Publication Series: Paper (invited, offered, keynote)
Station: Rocky Mountain Research Station
PDF: View PDF (880.31 KB)
DescriptionPrescribed fire is a commonly used management tool in fire-suppressed ponderosa pine (Pinus ponderosa) forests, but effects of these fires on birds are largely unstudied. We investigated both direct and indirect impacts on breeding birds in ponderosa pine forests of the southern Sierra Nevada where fires were applied in the spring. Following prescribed fire, we found that the largest losses of snags, including the large ponderosa pine snags preferred for nesting, were during the first application of fire after a long fire free interval, while net losses after the second fire application were similar to those in unburned areas. Hardwood trees, primarily oaks, co-occur with ponderosa pines in these forests and were preferred as nesting substrates. Burning may increase recruitment of shade intolerant oaks (Quercus spp.) and pines, which is low in the current closed canopy conditions. Burning may also lead to post-fire changes in habitat use, but we found little apparent response in territory placement to prescribed burning by a resident species.

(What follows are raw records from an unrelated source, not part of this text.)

"""The quadratic form of the detector metric in the coherent knobs, for tolerances and cost.

P(some detector fires) ≈ δᵀ A δ + s over the (family, knob) labels of
:func:`budget.errors.knobs.knob_grouping` (each operation's Hamiltonian is Σ_knob δ_knob K_knob to
first order; Blume-Kohout et al., PRX Quantum 3, 020335 (2022)). Here A is read by central second
differences of the metric itself, with every coherent error rebuilt as exp(-i Σ δ K) at the probe
values: s = f(0), A_ii = (f(h e_i) - s)/h², A_ij = (f(h e_i + h e_j) - f(h e_i) - f(h e_j) + s)/(2h²)
(exact for a quadratic f; the step h = 1e-3 rad keeps the quartic terms far below the quadratic
ones; the matrix is then projected on the positive semidefinite cone to remove rounding noise).
f is the exact engine when it fits, else the Pauli-frame engine with coherent amplitude classes
(:mod:`budget.engines.clifford.coherent`: coherent terms that act alike add, first order). Cost: 1 + L + L(L-1)/2 runs for L knobs.
"""

from __future__ import annotations

import dataclasses

import numpy as np
from scipy.linalg import expm

from budget.analysis.detectors import infer_checks
from budget.analysis.folding import scaled
from budget.analysis.measured import detector_values
from budget.engines.clifford.frames import frames
from budget.engines.base import QuadraticForm
from budget.errors.knobs import knob_grouping, knob_terms
from budget.errors.noisy import NoisyCircuit, map_items
from budget.memo import ObjectKey
from budget.pauli_algebra import pauli_sum
from budget.problems import InputError, TooLargeError

STEP_RAD = 1e-3
MAX_KNOBS = 24
"""Largest number of (family, knob) labels (the runs grow as L²/2)."""


def with_knobs(noisy: NoisyCircuit, values: dict[tuple[str, str], float], scale: dict[tuple[str, str], float]) -> NoisyCircuit:
    """The circuit with every coherent error rebuilt from the knob values (per label)."""
    memo: dict[ObjectKey, object] = {}

    def op(nop):
        terms = knob_terms(nop)
        if not terms:
            return nop
        ham: dict[str, float] = {}
        for knob, gen, v in terms:
            key = (nop.family, knob)
            ratio = v / scale[key] if scale[key] else 1.0
            for p, c in gen.items():
                ham[p] = ham.get(p, 0.0) + values.get(key, 0.0) * ratio * c
        h = pauli_sum(ham, len(nop.qubits))
        return dataclasses.replace(nop, coherent=expm(-1j * h), hamiltonian={p: c for p, c in ham.items() if c})

    def layer(it):
        return it.map_sites(op)

    return dataclasses.replace(noisy, body=map_items(noisy.body, layer, memo=memo))


def detector_quadratic_form(noisy: NoisyCircuit, *, engine: str = "auto", detector: int | None = None) -> QuadraticForm:
    """e ≈ δᵀ A δ + s for e = P(some detector fires), or for the firing probability of detector
    number ``detector`` (its place in the list the detector metric reports) (see the module docstring).

    Raises:
        InputError: ``detector`` is not the number of a detector of the circuit.
    """
    _, scale = knob_grouping(noisy)
    labels = tuple(scale)
    if len(labels) > MAX_KNOBS:
        raise TooLargeError(f"{noisy.source}: {len(labels)} coherent knobs: the detector metric's quadratic form "
                            f"takes up to {MAX_KNOBS} (one family per gate: drop --by-pair or --by-operation)")

    def f(vec: dict) -> float:
        anyone, _, each, _ = detector_values(with_knobs(noisy, vec, scale), engine)
        return anyone if detector is None else each[detector]

    if detector is not None:
        count = len(infer_checks(noisy).detectors)
        if isinstance(detector, bool) or not isinstance(detector, int) or not 0 <= detector < count:
            raise InputError(f"detector = {detector!r}: the circuit has detectors 0 to {count - 1}")
    h = STEP_RAD
    floor = f({})
    single = [f({lab: h}) for lab in labels]
    a = np.zeros((len(labels), len(labels)))
    for i in range(len(labels)):
        a[i, i] = (single[i] - floor) / h**2
        for j in range(i):
            a[i, j] = a[j, i] = (f({labels[i]: h, labels[j]: h}) - single[i] - single[j] + floor) / (2 * h**2)
    # rounding noise of the differences (about 1e-16 / h² per rad²) can leave tiny negative
    # eigenvalues where a knob does not act: keep the nearest positive semidefinite matrix
    w, v = np.linalg.eigh(a)
    a = (v * np.clip(w, 0.0, None)) @ v.T
    a = np.where(np.abs(a) < 1e-9 * max(1.0, float(np.abs(a).max(initial=0.0))), 0.0, a)
    return QuadraticForm(labels, a, np.array([scale[lab] for lab in labels], dtype=float), float(floor),
                         _floor_sources(noisy, floor, detector))


def _floor_sources(noisy: NoisyCircuit, floor: float, detector: int | None) -> dict[str, float]:
    zero = with_knobs(noisy, {}, knob_grouping(noisy)[1])
    checks = infer_checks(zero)
    fr = frames(zero, tuple(d.measurements for d in checks.detectors))
    return scaled(fr.any_families if detector is None else fr.detector_families[detector], floor)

During spring fire applications, direct mortality of eggs and nestlings is of concern. We documented low nest mortality and observed continued breeding activities during burning even when up to 85% of the area surrounding the nest was burned. Based on 1600 nests observed over nine years, May and June were the months when most nesting activity occurred. Overall, we found few negative impacts and note that essential habitat components, such as oaks and large ponderosa pines, may depend on reintroducing fire. Importantly, managers can reduce negative impacts by protecting preferred nesting snags and adjusting timing in relation to breeding activities.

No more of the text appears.